» GOAL OF THE EXERCISE
Go through the listing beneath and show each line containing the string "content".

» DATA SHOWN
--- START ---
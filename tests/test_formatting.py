"""One way to write numbers and durations (emu.formatting), pinned with values worked by hand."""

import pytest

from emu import load_machine
from emu.formatting import (address_text, count_text, duration_text, hex_value, hours_text, rate_text,
                            size_text, word_text)

REF8 = load_machine("ref8")
ACC12 = load_machine("tests/machines/acc12.toml")


@pytest.mark.parametrize("value, bits, text", [
    (0x6E, 16, "0x006E"), (0xB, 16, "0x000B"), (0xC, 8, "0x0C"), (0xAB, 12, "0x0AB"), (1, 1, "0x1"),
])
def test_hex_has_the_digit_count_of_its_width_and_upper_case(value, bits, text):
    assert hex_value(value, bits) == text


def test_addresses_and_words_follow_the_machine():
    assert (address_text(0xB, REF8), word_text(0xB, REF8)) == ("0x000B", "0x0B")
    assert (address_text(0xB, ACC12), word_text(0xB, ACC12)) == (
        hex_value(0xB, ACC12.address_bits), hex_value(0xB, ACC12.data_bits))


@pytest.mark.parametrize("count, noun, text", [
    (31_010, None, "31,010"), (1, "cycle", "1 cycle"), (0, "check", "0 checks"), (50_000_000, "cycle", "50,000,000 cycles"),
])
def test_counts(count, noun, text):
    assert count_text(count, noun) == text


@pytest.mark.parametrize("seconds, units, text", [
    (41_370 / 5, None, "2 h 17 min 54 s"),          # 41,370 cycles at 5 Hz
    (59.96, None, "1 min 0 s"),                      # never "60 s"
    (50_000_000 / 5, None, "115 d 17 h 46 min 40 s"),
    (1_204 * 86_400 + 3 * 3_600, None, "1,204 d 3 h 0 min 0 s"),
    (7127.77 * 3_600, 2, "297 d 0 h"),               # rounded at the last unit kept
    (8274, 2, "2 h 18 min"),
])
def test_durations(seconds, units, text):
    assert duration_text(seconds, units) == text


def test_hours_are_written_as_durations():
    """Before: a relay's life as ``7,127 h`` beside a run of ``27 d 17 h``."""
    assert hours_text(556.1) == "23 d 4 h"


@pytest.mark.parametrize("value, text", [(812, "812 B"), (20_480, "20.5 kB"), (252e6, "252 MB"), (1.68e9, "1.68 GB")])
def test_sizes(value, text):
    assert size_text(value) == text


@pytest.mark.parametrize("hz, text", [(5.0, "5 Hz"), (1200.0, "1.2 kHz"), (3.4e6, "3.4 MHz")])
def test_rates(hz, text):
    assert rate_text(hz) == text


def test_the_debugger_panel_writes_time_as_every_command_does():
    """Before: the panel wrote ``7127 h 46 min 12.0 s`` where ``run`` wrote days."""
    from emu.debugger import duration_text as panel_duration
    nanoseconds = round((7127 * 3_600 + 46 * 60 + 12) * 1e9)
    assert panel_duration(nanoseconds) == duration_text(nanoseconds / 1e9) == "296 d 23 h 46 min 12 s"
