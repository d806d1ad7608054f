"""Raw binary and Intel HEX images, checked against the Intel specification
and the ``intelhex`` package from PyPI, and the format sniffer."""

import os
from pathlib import Path

import intelhex
import pytest
from hypothesis import given, settings, strategies as st

import asm
import emu
from asm import intel_hex_text, parse_intel_hex

HERE = Path(__file__).parent
REF8 = emu.load_machine("ref8")
ACC12 = emu.load_machine(HERE / "machines" / "acc12.toml")

PROGRAMS = {
    "ref8": (REF8, "start: li r0, 0x41\n out 0, r0\n halt\n .org 0x0100\n .byte \"relay\", 0xFF\n"
                   " .org 0x0200\n .zero 40\n .word start\n"),
    "acc12": (ACC12, "load n\n put 0\n stop\n.org 0x80\nn: .byte 0xFFF, 0x800, 7\n"),
}


def _image_bytes(program):
    """The program's words as the image byte rule says: 1 byte per word up to
    8 bits, else 2 bytes little-endian at 2 x the word address."""
    scale = 1 if program.machine.data_bits <= 8 else 2
    result = {}
    for address, word in program.image().items():
        for i in range(scale):
            result[address * scale + i] = (word >> (8 * i)) & 0xFF
    return result


# Worked records: the data record below is the example commonly quoted from the
# Intel Hexadecimal Object File Format Specification, Rev. A (1988); it, and the
# extended linear address record, are written here from memory. The EOF record
# ":00000001FF" is given literally by that specification.
@pytest.mark.parametrize("segments, expected", [
    ([(0x0100, bytes.fromhex("214601360121470136007EFE09D21901"))],
     ":10010000214601360121470136007EFE09D2190140\n:00000001FF\n"),
    ([], ":00000001FF\n"),
    ([(0x08000000, b"\x55")], ":020000040800F2\n:0100000055AA\n:00000001FF\n"),
])
def test_records_match_the_specification_examples(segments, expected):
    assert intel_hex_text(segments) == expected


def test_extended_segment_address_records_are_read():
    # type 02 holds a paragraph number: base = value x 16 (Intel HEX spec, Rev. A)
    assert parse_intel_hex(":020000021000EC\n:0100000055AA\n:00000001FF\n") == [(0x10000, b"\x55")]


def test_the_specification_record_reads_back():
    text = ":10010000214601360121470136007EFE09D2190140\n:00000001FF\n"
    assert parse_intel_hex(text) == [(0x100, bytes.fromhex("214601360121470136007EFE09D21901"))]


@pytest.mark.parametrize("name", PROGRAMS)
def test_intelhex_package_reads_our_files_as_the_raw_image(name, tmp_path):
    machine, source = PROGRAMS[name]
    program = asm.assemble_text(source, machine)
    asm.write_intel_hex(program, tmp_path / "p.hex")
    asm.write_binary(program, tmp_path / "p.bin")
    reference = intelhex.IntelHex(str(tmp_path / "p.hex"))
    assert reference.todict() == _image_bytes(program)
    raw = (tmp_path / "p.bin").read_bytes()
    assert bytes(reference.tobinarray(start=0, size=len(raw), pad=0)) == raw
    for line in (tmp_path / "p.hex").read_text().splitlines()[:-1]:
        assert int(line[1:3], 16) <= 16


@pytest.mark.parametrize("name", PROGRAMS)
def test_images_read_back_to_the_segments(name, tmp_path):
    machine, source = PROGRAMS[name]
    program = asm.assemble_text(source, machine)
    asm.write_intel_hex(program, tmp_path / "p.hex")
    asm.write_binary(program, tmp_path / "p.bin")
    assert asm.read_image(tmp_path / "p.hex", machine) == program.segments
    assert asm.read_image(tmp_path / "p.bin", machine) == [(0, program.flat())]


def test_acc12_words_take_two_bytes_little_endian(tmp_path):
    program = asm.assemble_text(".org 3\n.byte 0xABC\n", ACC12)
    asm.write_binary(program, tmp_path / "p.bin")
    assert (tmp_path / "p.bin").read_bytes() == bytes([0, 0, 0, 0, 0, 0, 0xBC, 0x0A])
    asm.write_intel_hex(program, tmp_path / "p.hex")
    assert (tmp_path / "p.hex").read_text().splitlines()[0] == ":02000600BC0A32"


@settings(max_examples=60, deadline=None)
@given(st.lists(st.tuples(st.integers(0, 0x2FFFF), st.binary(min_size=1, max_size=40)), max_size=5))
def test_hex_text_agrees_with_intelhex_for_any_bytes(chunks):
    image = {}
    for start, data in chunks:
        for i, b in enumerate(data):
            image[start + i] = b
    segments, previous = [], None
    for address in sorted(image):
        if previous is None or address != previous + 1:
            segments.append([address, bytearray()])
        segments[-1][1].append(image[address])
        previous = address
    text = intel_hex_text([(s, bytes(d)) for s, d in segments])
    reference = intelhex.IntelHex()
    reference.loadhex(__import__("io").StringIO(text))
    assert reference.todict() == image
    back = {}
    for start, data in parse_intel_hex(text):
        for i, b in enumerate(data):
            back[start + i] = b
    assert back == image


@pytest.mark.parametrize("text, line, column, message", [
    (":10010000214601360121470136007EFE09D2190141\n:00000001FF\n", 1, 42,
     "bad checksum 41 (the record's bytes need 40)"),
    (":02010021\n:00000001FF\n", 1, 1,
     "a record needs an even number of hex digits, at least 10 (length, address, type, checksum); this one has 8"),
    (":03010000214695\n:00000001FF\n", 1, 2, "the record length says 3 data bytes but the record holds 2"),
    (":02010000214G95\n:00000001FF\n", 1, 13, "'G' is not a hex digit"),
    ("  10010000\n:00000001FF\n", 1, 3, "a record must start with ':'"),
    (":0101000755A2\n:00000001FF\n", 1, 8, "unknown record type 07 with 1 data bytes"),
])
def test_hex_reading_errors_are_located(text, line, column, message, tmp_path):
    path = tmp_path / "bad.hex"
    path.write_text(text)
    with pytest.raises(asm.AsmError) as caught:
        asm.read_image(path, REF8)
    [d] = caught.value.diagnostics
    assert (d.line, d.column, d.message) == (line, column, message)


def test_hex_without_end_record(tmp_path):
    path = tmp_path / "p.hex"
    path.write_text(":0100000055AA\n")
    with pytest.raises(asm.AsmError, match="no end-of-file record"):
        asm.read_image(path, REF8)


def test_images_larger_than_memory(tmp_path):
    big = tmp_path / "big.bin"
    big.write_bytes(bytes(257 * 2))
    with pytest.raises(asm.AsmError, match="the image has 257 words but the memory of acc12 holds 256"):
        asm.read_image(big, ACC12)
    far = tmp_path / "far.hex"
    far.write_text(":020200000000FC\n:00000001FF\n")
    with pytest.raises(asm.AsmError) as caught:
        asm.read_image(far, ACC12)
    [d] = caught.value.diagnostics
    assert (d.line, d.message) == (1, "word address 0x100 is past the end of the memory of acc12 (last address 0xff)")


def test_words_wider_than_the_machine_are_refused(tmp_path):
    path = tmp_path / "wide.bin"
    path.write_bytes(bytes([0xFF, 0xFF]))
    with pytest.raises(asm.AsmError, match="is 0xffff, wider than the 12 bits of acc12"):
        asm.read_image(path, ACC12)


@pytest.mark.parametrize("name, content, kind", [
    ("p.hex", b":00000001FF\n", "hex"),
    ("anything", b"\r\n:0100000055AA\r\n:00000001FF\r\n", "hex"),
    ("p.hex", b":0100000055XX\n:00000001FF\n", "hex"),
    ("p.hex", b"  0100000055AA\n:00000001FF\n", "hex"),
    ("p.asm", b"start: li r0, 1\n  halt\n", "source"),
    ("p.txt", "; caf\u00e9\n  nop\n".encode(), "source"),
    ("p.img", bytes([0x18, 0x05, 0x01]), "binary"),
    ("p.img", bytes([0x80, 0xFF]), "binary"),
    ("p.bin", b"AB", "binary"),
    ("empty.asm", b"", "source"),
])
def test_sniff(name, content, kind, tmp_path):
    path = tmp_path / name
    path.write_bytes(content)
    assert asm.sniff(path) == kind


def test_reading_source_as_an_image_says_so(tmp_path):
    path = tmp_path / "p.asm"
    path.write_text("  nop\n")
    with pytest.raises(asm.AsmError, match="assembly source, not an image"):
        asm.read_image(path, REF8)


def test_outputs_are_written_atomically(tmp_path, monkeypatch):
    program = asm.assemble_text("  nop\n  halt\n", REF8)
    target = tmp_path / "p.bin"
    target.write_bytes(b"old")
    replaced = []
    real_replace = os.replace

    def spy(source, destination):
        replaced.append((Path(source).parent, Path(destination)))
        assert Path(destination).read_bytes() == b"old"
        real_replace(source, destination)

    monkeypatch.setattr(os, "replace", spy)
    asm.write_binary(program, target)
    assert replaced == [(tmp_path, target)]
    assert target.read_bytes() == bytes([0, 1])
    assert sorted(p.name for p in tmp_path.iterdir()) == ["p.bin"]


def test_writing_into_a_missing_folder_is_an_asm_error(tmp_path):
    program = asm.assemble_text("  nop\n", REF8)
    with pytest.raises(asm.AsmError, match="cannot write"):
        asm.write_intel_hex(program, tmp_path / "no" / "p.hex")
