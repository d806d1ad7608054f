"""The one traversal over the micro-step IR, and what happens to a node nobody taught.

Every node lists its parts (``children``) and is rebuilt from new ones
(``with_children``); ``walk`` is written once on that. A made-up kind of
node must be refused by the design-rule checker, the compiler and the width
rule, never loaded or compiled to nothing.
"""

from __future__ import annotations

from dataclasses import dataclass, replace

import pytest
from hypothesis import given, strategies as st

import emu
from emu.description import StepChecker
from emu.description.notation import (Assign, Call, Choose, Condition, Const, Expression, Extend, FlagsOnly, Halt,
                                      Idle, Input, Join, Logic, Mem, Name, Not, Offset, Output, Slice, StatementNode,
                                      parse_step, value_width, walk)
from emu.engine import compile_machine

names = st.sampled_from(["pc", "t", "rd", "x"]).map(Name)
leaves = names | st.integers(0, 255).map(Const)
conditions = st.recursive(st.sampled_from(["z", "c", "cs"]).map(Name), lambda inner: st.one_of(
    inner.map(Not), st.builds(Logic, st.sampled_from("&^|"), inner, inner)), max_leaves=4).map(Condition)
expressions = st.recursive(leaves, lambda inner: st.one_of(
    inner.map(Mem), inner.map(Input), st.lists(inner, min_size=2, max_size=4).map(lambda p: Join(tuple(p))),
    st.builds(Offset, inner, st.integers(-3, 3)),
    st.builds(Slice, inner, st.integers(0, 7), st.integers(0, 7)),
    st.builds(Extend, inner, st.integers(1, 16), st.booleans()),
    st.builds(Choose, conditions, inner, inner),
    st.lists(inner, min_size=1, max_size=2).map(lambda args: Call("add", tuple(args))),
), max_leaves=12)
statements = st.one_of(
    st.builds(Assign, names | expressions.map(Mem), expressions, st.just(("z",))),
    st.builds(FlagsOnly, st.lists(expressions, min_size=2, max_size=2).map(lambda a: Call("sub", tuple(a))),
              st.just(("z", "c"))),
    st.builds(Output, expressions, expressions), st.just(Halt()), st.just(Idle()))


def size(node) -> int:
    """Nodes in a tree, counted by hand from the dataclass fields (not from children())."""
    parts = [v for v in vars(node).values() if isinstance(v, (Expression, StatementNode))]
    parts += [a for v in vars(node).values() if isinstance(v, tuple) for a in v if isinstance(a, Expression)]
    return 1 + sum(size(p) for p in parts)


@given(statements)
def test_every_node_rebuilds_from_its_children_into_an_equal_node(statement):
    def rebuilt(node):
        return node.with_children(*(rebuilt(child) for child in node.children()))
    assert rebuilt(statement) == statement


@given(expressions)
def test_walk_visits_every_node_of_an_expression_once_outermost_first(expr):
    visited = list(walk(expr))
    assert visited[0] is expr
    assert len(visited) == size(expr)


def test_walk_of_a_statement_yields_what_it_reads_not_what_it_writes():
    [load, step] = parse_step("mem[x] <- t; pc <- pc + 1")
    assert list(walk(load)) == [Name("x"), Name("t")]
    assert list(walk(step)) == [Offset(Name("pc"), 1), Name("pc")]


def test_rebuilding_keeps_the_fields_that_are_not_nodes():
    assert Slice(Name("a"), 7, 4).with_children(Name("b")) == Slice(Name("b"), 7, 4)
    assert Extend(Name("a"), 12, True).with_children(Name("b")) == Extend(Name("b"), 12, True)
    assert Logic("^", Name("a"), Name("b")).with_children(Name("c"), Name("d")) == Logic("^", Name("c"), Name("d"))
    assert Offset(Name("pc"), -2).with_children(Name("x")) == Offset(Name("x"), -2)
    assert Assign(Name("t"), Call("add", (Name("t"), Const(1))), ("z", "c")).with_children(
        Name("pc"), Const(3)) == Assign(Name("pc"), Const(3), ("z", "c"))
    with pytest.raises(TypeError):
        Halt().with_children(Const(1))


@dataclass(frozen=True)
class Beep(StatementNode):
    """A kind of statement nobody taught the checker or the compiler."""


@dataclass(frozen=True)
class Chirp(Expression):
    """A kind of expression nobody taught the width rule or the compiler."""


def test_a_made_up_statement_is_refused_by_the_design_rule_checker():
    checker = StepChecker.__new__(StepChecker)  # the dispatch comes before any machine name is read
    with pytest.raises(TypeError, match="Beep is not a kind of micro-step node"):
        checker.statement(Beep())


def test_a_made_up_expression_is_refused_by_the_width_rule():
    m = emu.load_machine("ref8")
    with pytest.raises(TypeError, match="Chirp is not a kind of micro-step node"):
        value_width(Join((Name("t"), Chirp())), m, {})


def test_a_made_up_node_is_refused_by_walk():
    with pytest.raises(TypeError, match="int is not a kind"):
        list(walk(Mem(7)))


@pytest.mark.parametrize("statement", [Beep(), Assign(Name("t"), Chirp()), Output(Const(0), Chirp())],
                         ids=["statement", "value", "port value"])
def test_a_made_up_node_is_refused_by_the_compiler(statement):
    machine = emu.load_machine("ref8")  # a fresh object: the compiler's cache does not know it
    nop = next(ins for ins in machine.instructions if ins.display == "nop")
    nop.steps = (replace(machine.fetch[0], text="made up", statements=(statement,)),)
    with pytest.raises(TypeError, match=r"(Beep|Chirp) is not a kind of micro-step node"):
        compile_machine(machine)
--- END ---
» YOUR RESPONSE
@pytest.mark.parametrize("name, content, kind", [
def test_sniff(name, content, kind, tmp_path):
    path.write_bytes(content)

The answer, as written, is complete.